It was all I could do to restrain myself from breaking into loud, boisterous gales of Lion King’s “Circle of Life” when I first saw the Sunland Baobab Tree in Limpopo, South Africa. It’s by far the most magnificent specimen of plant life I’ve ever been lucky enough to witness.


But what made it even more alluring is that inside its gnarly, massive trunk is a bar complete with sound system, wine cellar and dart board. I’ve tipped a glass in many a fine drinking establishment over the years, but the Baobab Tree Bar and Wine Cellar in the foothills of the Modjadji Cycad Reserve is one of the most unique. I half expected Rafiki, the wise mandrill from Lion King, to walk out holding aloft a lion cub.

This arboreal watering hole comfortably seats 15 on bar stools and benches, but owners Doug and Heather van Heerden, in times of bleary reasoning, have managed to squeeze in more than 50 of their closest friends.

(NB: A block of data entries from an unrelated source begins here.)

/**
 * The inks of a printed paper, by what they mean. Light theme only: paper is white, and a copy
 * made in grey must still be read, so no ink carries a meaning alone.
 */
export const PAPER_INKS = {
  text: '#23292C',
  muted: '#566066',
  line: '#8D877B',
  hair: '#DDD6C9',
  ground: '#F5F2EC',
  card: '#FFFFFF',
  copper: '#9C4A17',
  steel: '#285A7B',
  conforms: '#1F6B45',
  'does-not-conform': '#A12C24',
  inconclusive: '#7A4F00',
  'not-valid': '#5F5878',
} as const;

export type Ink = keyof typeof PAPER_INKS;

/** Red, green and blue from 0 to 1, as the page wants them. */
export interface Rgb {
  readonly red: number;
  readonly green: number;
  readonly blue: number;
}

/** `#RRGGBB` to shares of one. */
export function rgbOf(hex: string): Rgb {
  const digits = /^#([0-9a-f]{6})$/i.exec(hex)?.[1];
  if (digits === undefined) throw new Error(`An ink is written #RRGGBB, not ${hex}.`);
  const value = Number.parseInt(digits, 16);
  return { red: ((value >> 16) & 255) / 255, green: ((value >> 8) & 255) / 255, blue: (value & 255) / 255 };
}
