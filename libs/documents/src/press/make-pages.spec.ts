import { describe, expect, it } from 'vitest';
import { FONTS } from '../../test/paper-fonts.js';
import { cell, gap, words, type Block } from './blocks.js';
import { type PageFrame, bodyHeight, bodyWidth, makePages } from './make-pages.js';
import { setBlocks } from './set-blocks.js';
import { Typeface } from './typeface.js';

const frame: PageFrame = { widthPt: 300, heightPt: 200, marginPt: { top: 20, right: 20, bottom: 20, left: 20 } };
const set = (blocks: readonly Block[]) => makePages(setBlocks(blocks, { widthPt: bodyWidth(frame), pageHeightPt: bodyHeight(frame), typeface: new Typeface(FONTS) }), frame);
const textsOf = (page: ReturnType<typeof set>[number] | undefined) => (page?.marks ?? []).flatMap((mark) => (mark.kind === 'text' ? [mark.text] : []));
const rows = (count: number) => Array.from({ length: count }, (_, index) => ({ cells: [cell(`row ${index + 1}`), cell('x')] }));

describe('making pages', () => {
  it('repeats the head of a table on every page it goes on to', () => {
    const pages = set([{ kind: 'table', columns: [{}, {}], head: [cell('Head'), cell('B')], rows: rows(40), sizePt: 8 }]);
    expect(pages.length).toBeGreaterThan(2);
    for (const page of pages) expect(textsOf(page)[0]).toBe('Head');
    expect(pages.flatMap(textsOf).filter((text) => text.startsWith('row'))).toEqual(Array.from({ length: 40 }, (_, index) => `row ${index + 1}`));
  });

  it('never leaves a heading alone at the foot of a page', () => {
    for (let lines = 1; lines < 30; lines += 1) {
      const pages = set([...Array.from({ length: lines }, () => words('line', 8)), { kind: 'text', runs: [{ text: 'HEADING' }], sizePt: 8, keepWithNext: true }, gap(3), { kind: 'table', columns: [{}], head: [cell('Head')], rows: rows(3), sizePt: 8 }]);
      for (const page of pages) expect(textsOf(page).at(-1)).not.toBe('HEADING');
      for (const page of pages) expect(textsOf(page).at(-1)).not.toBe('Head');
    }
  });

  it('keeps everything above the lower margin, even a row that is higher than a page', () => {
    const long = 'word '.repeat(1500);
    const pages = set([
      { kind: 'table', columns: [{}, {}], head: [cell('Head'), cell('B')], rows: [{ cells: [cell(long), cell('x')] }], sizePt: 8 },
      { kind: 'columns', gapPt: 10, columns: [{ share: 1, blocks: [words(long, 8)] }, { share: 2, blocks: [words('short', 8)] }] },
      { kind: 'frame', ink: 'line', paddingPt: 6, blocks: [words(long, 8)] },
    ]);
    for (const page of pages) {
      for (const mark of page.marks) if (mark.kind === 'text') expect(mark.y).toBeLessThanOrEqual(181);
    }
    expect(pages.flatMap(textsOf).join(' ').match(/word/g)).toHaveLength(4500);
  });

  it('makes one empty page of nothing', () => {
    expect(set([])).toEqual([{ marks: [] }]);
  });
});
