import { useSyncExternalStore } from 'react';

const KEPT = 'loopbay.single-keys';
const listeners = new Set<() => void>();
const read = () => localStorage.getItem(KEPT) !== 'off';

/** Shortcuts of one letter can be turned off: whoever speaks to the computer would set them off by talking. */
export function setSingleKeys(on: boolean): void {
  localStorage.setItem(KEPT, on ? 'on' : 'off');
  for (const listener of listeners) listener();
}
export function useSingleKeys(): boolean {
  return useSyncExternalStore((listener) => {
    listeners.add(listener);
    return () => listeners.delete(listener);
  }, read);
}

“We won’t be doing that again,” Heather reports.

The enterprising duo turned their notorious baobab (it has been called the world’s largest, the world’s widest and the world’s oldest) into a bar in 1993 soon after buying the mango and palm farm where it has been growing for, some say, longer than 6000 years. The problem with baobabs is they don’t produce rings. The only way to estimate their age is with carbon dating.

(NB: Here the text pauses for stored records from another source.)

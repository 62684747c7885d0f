import bwipjs from 'bwip-js/generic';
import type { Ink } from './inks.js';
import type { PathMark } from './marks.js';

/** The modules of a code: rows of dark (true) and light. */
export type Modules = readonly (readonly boolean[])[];

/** QR code (ISO/IEC 18004), byte mode where it must, error level M: a quarter of a soiled label may be lost before it fails. */
export function qrModules(text: string): Modules {
  const [symbol] = bwipjs.raw('qrcode', asUtf8(text), 'eclevel=M');
  if (!symbol || !('pixs' in symbol)) throw new Error('No QR code came of this text.');
  const { pixs, pixx, pixy } = symbol;
  return Array.from({ length: pixy }, (_, row) => Array.from({ length: pixx }, (_cell, column) => pixs[row * pixx + column] === 1));
}

/** Code 128 (ISO/IEC 15417): the widths of bars and spaces by turns, beginning with a bar. */
export function code128Widths(text: string): readonly number[] {
  const [symbol] = bwipjs.raw('code128', text, '');
  if (!symbol || !('sbs' in symbol)) throw new Error('No bar code came of this text.');
  return symbol.sbs;
}

// The encoder takes one character for one byte.
const asUtf8 = (text: string) => String.fromCharCode(...new TextEncoder().encode(text));

/** More bytes than this make modules too fine for a label. */
const MOST_BYTES = 400;

/** One filled path for all dark modules, so that no hair of white shows between them; null where the text is too long for a code that can be read. The quiet zone is the caller's. */
export function qrMark(text: string, x: number, y: number, sizePt: number, ink: Ink = 'text'): PathMark | null {
  if (text === '' || asUtf8(text).length > MOST_BYTES) return null;
  const modules = qrModules(text);
  let d = '';
  modules.forEach((row, rowIndex) => {
    for (let column = 0; column < row.length; column += 1) {
      if (!row[column]) continue;
      let end = column + 1;
      while (row[end]) end += 1;
      d += `M${column} ${rowIndex}H${end}V${rowIndex + 1}H${column}Z`;
      column = end;
    }
  });
  return { kind: 'path', x, y, scale: sizePt / modules.length, d, fill: ink };
}

/** 0.19 mm (7.5 mil): the finest module a hand scanner is sure of. */
const FINEST_MODULE_PT = 0.54;

/** Bars of a Code 128 in a width, quiet zones of ten modules left free inside it; null where the text is not plain or too long. */
export function code128Mark(text: string, x: number, y: number, widthPt: number, heightPt: number): PathMark | null {
  if (!/^[\x20-\x7e]{1,80}$/.test(text)) return null;
  const widths = code128Widths(text);
  const modules = widths.reduce((sum, width) => sum + width, 0);
  const scale = widthPt / (modules + 20);
  if (scale < FINEST_MODULE_PT) return null;
  let d = '';
  let at = 0;
  widths.forEach((width, index) => {
    if (index % 2 === 0) d += `M${at} 0H${at + width}V${(heightPt / scale).toFixed(3)}H${at}Z`;
    at += width;
  });
  return { kind: 'path', x: x + 10 * scale, y, scale, d, fill: 'text' };
}
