import { useEffect, useRef } from 'react';
import { NavLink, Outlet, ScrollRestoration, useLocation } from 'react-router-dom';
import { Mark } from '../../components/mark.js';
import { UnitsProvider } from '../../components/units.js';
import { useMe } from '../../lib/me.js';
import { AccountMenu } from './account-menu.js';
import { ConnectionBanner } from './connection-banner.js';
import { ForbiddenPage } from '../routes/error-page.js';
import { homeOf, isOpenTo, roomsOf } from './rooms.js';
import { isTyping } from './scanner.js';
import { SearchBox } from './search-box.js';
import { SignInAgain } from './sign-in-again.js';
import { t } from './text.js';
import { useTheme } from './theme.js';
import './shell.css';

/** A new page begins where it begins for the eye too: the focus goes to its content, unless the page has put it into a field. */
function useFocusOnNewPage() {
  const content = useRef<HTMLElement>(null);
  const { pathname } = useLocation();
  const seen = useRef(pathname);
  useEffect(() => {
    if (seen.current === pathname) return;
    seen.current = pathname;
    if (isTyping(document.activeElement) && content.current?.contains(document.activeElement)) return;
    content.current?.focus({ preventScroll: true });
  }, [pathname]);
  return content;
}

/** Header with the rooms, and the open page below it. */
export function Shell() {
  const me = useMe();
  const customer = me.roles.includes('customer');
  useTheme(me.preferences.theme);
  const content = useFocusOnNewPage();
  const { pathname } = useLocation();
  return (
    <UnitsProvider value={me.preferences.units}>
      <div className={`lb-shell${customer ? ' lb-shell-portal' : ''}`}>
        <a className="lb-skip" href="#content">
          {t('skip')}
        </a>
        <header className="lb-header no-print">
          <NavLink to={homeOf(me)} className="lb-brand">
            <Mark size={38} />
            <span>Loopbay</span>
          </NavLink>
          <nav aria-label={t('rooms')}>
            {roomsOf(me).map((room) => (
              <NavLink key={room.path} to={room.path} end={room.path === '/portal'}>
                {room.name}
              </NavLink>
            ))}
          </nav>
          <div className="lb-header-end">
            {!customer && <SearchBox />}
            <AccountMenu />
          </div>
        </header>
        <ConnectionBanner />
        <main id="content" tabIndex={-1} ref={content}>
          {isOpenTo(me, pathname) ? <Outlet /> : <ForbiddenPage />}
        </main>
        <SignInAgain />
        <ScrollRestoration />
      </div>
    </UnitsProvider>
  );
}
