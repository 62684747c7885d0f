import { Controller, Get, Query } from '@nestjs/common';
import { ApiTags } from '@nestjs/swagger';
import { searchQuerySchema, type SearchQuery, type SearchResult } from '@shared/jobs';
import type { Actor } from '../auth/actor.js';
import { CurrentActor, Needs } from '../auth/needs.js';
import { SearchService } from './search.service.js';

@ApiTags('search')
@Controller('search')
export class SearchController {
  constructor(private readonly search: SearchService) {}

  @Get()
  @Needs('jobs.read')
  find(@CurrentActor() actor: Actor, @Query({ schema: searchQuerySchema }) query: SearchQuery): Promise<SearchResult> {
    return this.search.find(actor, query.q);
  }
}
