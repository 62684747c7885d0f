import { useEffect, useRef, useState } from 'react';

/** Between two letters of a scanner lie a few milliseconds; no hand types a whole number that fast. */
const FASTEST_HAND_MS = 35;
const SHORTEST_SCAN = 4;
const TYPING = new Set(['INPUT', 'TEXTAREA', 'SELECT']);

export const isTyping = (target: EventTarget | null): boolean => target instanceof HTMLElement && (TYPING.has(target.tagName) || target.isContentEditable);

/** Tells a scanner's burst from a hand by the time between its keys. */
export class ScanWatch {
  private letters = '';
  private last = Number.NEGATIVE_INFINITY;

  /** A key at a time in milliseconds; the scanned text when this key ends a scan. */
  key(key: string, atMs: number): string | null {
    const fast = atMs - this.last <= FASTEST_HAND_MS;
    this.last = atMs;
    if (key.length === 1) {
      this.letters = fast ? this.letters + key : key;
      return null;
    }
    if (key === 'Shift') return null;
    const scanned = fast && (key === 'Enter' || key === 'Tab') && this.letters.length >= SHORTEST_SCAN ? this.letters : null;
    this.letters = '';
    return scanned;
  }

  /** A letter at this time would belong to a scan that is running. */
  isRunning(atMs: number): boolean {
    return this.letters.length > 1 && atMs - this.last <= FASTEST_HAND_MS;
  }
}

/**
 * A barcode scanner types like a keyboard. Whatever has the focus, short of a field, a scanned tag arrives here;
 * in a field it stays what was typed.
 */
export function useScanner(onScan: (text: string) => void): ScanWatch {
  const [scan] = useState(() => new ScanWatch());
  const told = useRef(onScan);
  useEffect(() => {
    told.current = onScan;
  });
  useEffect(() => {
    const onKey = (event: KeyboardEvent) => {
      if (event.ctrlKey || event.metaKey || event.altKey || isTyping(event.target)) return;
      const text = scan.key(event.key, event.timeStamp);
      if (text === null) return;
      // the Enter at the end of a scan must not press the button that has the focus
      event.preventDefault();
      event.stopPropagation();
      told.current(text);
    };
    window.addEventListener('keydown', onKey, { capture: true });
    return () => window.removeEventListener('keydown', onKey, { capture: true });
  }, [scan]);
  return scan;
}
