import { describe, expect, it } from 'vitest';
import { contains, startsWith } from './like-pattern.js';
import { jobOfAddress } from './search-query.js';

describe('what is typed into the search box', () => {
  it('means itself, wildcards of the database too', () => {
    expect(contains('50%_a\\b')).toBe('%50\\%\\_a\\\\b%');
    expect(startsWith('50%')).toBe('50\\%%');
  });

  it.each([
    ['https://shop.example/jobs/0193-abcd-12', '0193-abcd-12'],
    ['/jobs/0193abcd?from=tag', '0193abcd'],
    ['http://shop.example/jobs/0193abcd/', '0193abcd'],
    ['J2026-0001', null],
    ['https://shop.example/portal/0193abcd', null],
    ["/jobs/' OR 1=1 --", null],
    ['/jobs/short', null],
  ])('%j is the address of job %j', (typed, id) => {
    expect(jobOfAddress(typed)).toBe(id);
  });
});
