import { type Mark, moved } from './marks.js';

/** A piece of set matter that is never broken: a line of text, a table row, a drawing. Marks count from its upper left corner. */
export interface Slug {
  readonly heightPt: number;
  readonly marks: readonly Mark[];
  readonly keepWithNext?: boolean;
  /** set again at the top of the page when this piece is the first on it: the head of a table */
  readonly head?: Slug;
  /** air that is dropped at the top of a page */
  readonly air?: boolean;
}

export const totalHeight = (slugs: readonly Slug[]) => slugs.reduce((sum, slug) => sum + slug.heightPt, 0);

/** Several pieces as one that is not broken. */
export function stacked(slugs: readonly Slug[], keepWithNext = false): Slug {
  const marks: Mark[] = [];
  let y = 0;
  for (const slug of slugs) {
    for (const mark of slug.marks) marks.push(moved(mark, 0, y));
    y += slug.heightPt;
  }
  return { heightPt: y, marks, keepWithNext };
}

/** Cuts a list of pieces into stacks that are no higher than a page; each stack has at least one piece. */
export function takeUpTo(slugs: readonly Slug[], heightPt: number): [Slug[], Slug[]] {
  const taken: Slug[] = [];
  let height = 0;
  for (const slug of slugs) {
    if (taken.length > 0 && height + slug.heightPt > heightPt) break;
    taken.push(slug);
    height += slug.heightPt;
  }
  return [taken, slugs.slice(taken.length)];
}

But this we can say with some certainty: This gargantuan tree was around long before the Ginza Pyramid. And while it doesn’t attract quite as many tourists as the oldest of the world’s seven wonders, it does attract a lot of imbibers who come to snap pictures of themselves clinking steins inside the trunk of a living tree.
The record-setting baobab is about seven stories high, 155-feet in circumference and has withstood drought, lightning strikes, black fungus and marauding elephants, all problems with which its weaker peers couldn’t cope. In African legend, the baobab is sacred. It isn’t called “The Tree of Life” for nothing. Hundreds of birds, insects and small mammals live in the branches and knots of baobabs and its fruit, known as monkey bread, has four times the Vitamin C as an orange. Locals use it for fiber, dye, fuel and even on their plates as a nutritious leafy vegetable.

Jokes government botanist, Hugh Glen, “The only problem with the baobab is it doesn’t get handsome until it’s about 800 years old.”

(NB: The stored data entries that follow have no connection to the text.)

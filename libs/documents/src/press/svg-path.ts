/** A path as the page takes it: absolute, and with cubic curves only. */
export type Segment =
  | { readonly to: 'move' | 'line'; readonly x: number; readonly y: number }
  | { readonly to: 'curve'; readonly x1: number; readonly y1: number; readonly x2: number; readonly y2: number; readonly x: number; readonly y: number }
  | { readonly to: 'close' };

const ARGUMENTS: Record<string, number> = { M: 2, L: 2, H: 1, V: 1, C: 6, S: 4, Q: 4, T: 2, A: 7, Z: 0 };

/**
 * Reads the SVG 1.1 path grammar (section 8.3) as far as our drawings use it: all commands, absolute and relative.
 * @throws when a letter is not a path command or numbers are missing; a broken drawing must not be printed half.
 */
export function readPath(d: string): Segment[] {
  const segments: Segment[] = [];
  let x = 0;
  let y = 0;
  let startX = 0;
  let startY = 0;
  let controlX = 0;
  let controlY = 0;
  let before = '';
  for (const [command, numbers] of commandsOf(d)) {
    const relative = command !== command.toUpperCase();
    const name = command.toUpperCase();
    const dx = relative ? x : 0;
    const dy = relative ? y : 0;
    const n = (index: number) => numbers[index] ?? 0;
    switch (name) {
      case 'M':
        x = n(0) + dx;
        y = n(1) + dy;
        startX = x;
        startY = y;
        segments.push({ to: 'move', x, y });
        break;
      case 'L':
      case 'H':
      case 'V':
        x = name === 'V' ? x : n(0) + dx;
        y = name === 'H' ? y : n(name === 'V' ? 0 : 1) + dy;
        segments.push({ to: 'line', x, y });
        break;
      case 'C':
      case 'S': {
        const smooth = name === 'S';
        const reflect = smooth && /[CS]/.test(before);
        const x1 = smooth ? (reflect ? 2 * x - controlX : x) : n(0) + dx;
        const y1 = smooth ? (reflect ? 2 * y - controlY : y) : n(1) + dy;
        const shift = smooth ? 0 : 2;
        controlX = n(shift) + dx;
        controlY = n(shift + 1) + dy;
        x = n(shift + 2) + dx;
        y = n(shift + 3) + dy;
        segments.push({ to: 'curve', x1, y1, x2: controlX, y2: controlY, x, y });
        break;
      }
      case 'Q':
      case 'T': {
        const smooth = name === 'T';
        const reflect = smooth && /[QT]/.test(before);
        controlX = smooth ? (reflect ? 2 * x - controlX : x) : n(0) + dx;
        controlY = smooth ? (reflect ? 2 * y - controlY : y) : n(1) + dy;
        const toX = n(smooth ? 0 : 2) + dx;
        const toY = n(smooth ? 1 : 3) + dy;
        segments.push({
          to: 'curve',
          x1: x + (2 / 3) * (controlX - x),
          y1: y + (2 / 3) * (controlY - y),
          x2: toX + (2 / 3) * (controlX - toX),
          y2: toY + (2 / 3) * (controlY - toY),
          x: toX,
          y: toY,
        });
        x = toX;
        y = toY;
        break;
      }
      case 'A': {
        const toX = n(5) + dx;
        const toY = n(6) + dy;
        segments.push(...arc(x, y, n(0), n(1), n(2), n(3) !== 0, n(4) !== 0, toX, toY));
        x = toX;
        y = toY;
        break;
      }
      default:
        segments.push({ to: 'close' });
        x = startX;
        y = startY;
    }
    before = name;
  }
  return segments;
}

function commandsOf(d: string): [string, number[]][] {
  const commands: [string, number[]][] = [];
  for (const [, letter = '', rest = ''] of d.matchAll(/([a-zA-Z])([^a-zA-Z]*(?:[eE][-+]?\d[^a-zA-Z]*)*)/g)) {
    const wanted = ARGUMENTS[letter.toUpperCase()];
    if (wanted === undefined) throw new Error(`“${letter}” is not a path command.`);
    const numbers = (/[aA]/.test(letter) ? arcNumbers(rest) : rest.match(/[-+]?(?:\d*\.\d+|\d+\.?)(?:[eE][-+]?\d+)?/g) ?? []).map(Number);
    if (wanted === 0) {
      commands.push([letter, []]);
      continue;
    }
    if (numbers.length === 0 || numbers.length % wanted !== 0) throw new Error(`The path command “${letter}” needs ${wanted} numbers at a time, not ${numbers.length}.`);
    for (let from = 0; from < numbers.length; from += wanted) {
      // Pairs after a first move are lines.
      const name = from > 0 && letter === 'M' ? 'L' : from > 0 && letter === 'm' ? 'l' : letter;
      commands.push([name, numbers.slice(from, from + wanted)]);
    }
  }
  return commands;
}

/** The two flags of an arc may stand without a space: `A5 5 0 016 6`. */
function arcNumbers(rest: string): string[] {
  const numbers: string[] = [];
  let left = rest;
  for (let index = 0; ; index += 1) {
    const found = (index % 7 === 3 || index % 7 === 4 ? /^[\s,]*([01])/ : /^[\s,]*([-+]?(?:\d*\.\d+|\d+\.?)(?:[eE][-+]?\d+)?)/).exec(left);
    if (!found?.[1]) return numbers;
    numbers.push(found[1]);
    left = left.slice(found[0].length);
  }
}

/** An elliptical arc as cubic curves of at most a quarter turn. Source: SVG 1.1, appendix F.6 (end points to centre). */
function arc(x0: number, y0: number, rxIn: number, ryIn: number, turnDeg: number, large: boolean, sweep: boolean, x: number, y: number): Segment[] {
  let rx = Math.abs(rxIn);
  let ry = Math.abs(ryIn);
  if (x0 === x && y0 === y) return [];
  if (rx === 0 || ry === 0) return [{ to: 'line', x, y }];
  const phi = (turnDeg * Math.PI) / 180;
  const cos = Math.cos(phi);
  const sin = Math.sin(phi);
  const px = (cos * (x0 - x)) / 2 + (sin * (y0 - y)) / 2;
  const py = (-sin * (x0 - x)) / 2 + (cos * (y0 - y)) / 2;
  const tooSmall = (px * px) / (rx * rx) + (py * py) / (ry * ry);
  if (tooSmall > 1) {
    rx *= Math.sqrt(tooSmall);
    ry *= Math.sqrt(tooSmall);
  }
  const under = (rx * rx * ry * ry - rx * rx * py * py - ry * ry * px * px) / (rx * rx * py * py + ry * ry * px * px);
  const factor = (large === sweep ? -1 : 1) * Math.sqrt(Math.max(under, 0));
  const cxp = (factor * rx * py) / ry;
  const cyp = (-factor * ry * px) / rx;
  const cx = cos * cxp - sin * cyp + (x0 + x) / 2;
  const cy = sin * cxp + cos * cyp + (y0 + y) / 2;
  const from = Math.atan2((py - cyp) / ry, (px - cxp) / rx);
  let turn = Math.atan2((-py - cyp) / ry, (-px - cxp) / rx) - from;
  if (sweep && turn < 0) turn += 2 * Math.PI;
  if (!sweep && turn > 0) turn -= 2 * Math.PI;
  const parts = Math.max(Math.ceil(Math.abs(turn) / (Math.PI / 2) - 1e-9), 1);
  const step = turn / parts;
  const reach = (4 / 3) * Math.tan(step / 4);
  const at = (c: number, s: number) => ({ x: cx + cos * rx * c - sin * ry * s, y: cy + sin * rx * c + cos * ry * s });
  const segments: Segment[] = [];
  for (let part = 0; part < parts; part += 1) {
    const a = from + part * step;
    const b = a + step;
    const first = at(Math.cos(a) - reach * Math.sin(a), Math.sin(a) + reach * Math.cos(a));
    const second = at(Math.cos(b) + reach * Math.sin(b), Math.sin(b) - reach * Math.cos(b));
    const end = part === parts - 1 ? { x, y } : at(Math.cos(b), Math.sin(b));
    segments.push({ to: 'curve', x1: first.x, y1: first.y, x2: second.x, y2: second.y, x: end.x, y: end.y });
  }
  return segments;
}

When the van Heerdens first began clearing their tree’s innards, they found artifacts from ancient bushmen who believe the following: Drinking water in which baobab seeds have been soaked protects you from crocodile attack. Feeding your baby a mixture of its bark and seeds ensures a long, healthy life. Plucking a flower from a baobab’s branches portends a lion attack.

I can’t attest to any of those myths, but I can say this with total authority: There’s no better way to while away a summer afternoon in the South Africa savannah than drinking Castle Lager inside a monster baobab tree. Cheers!!!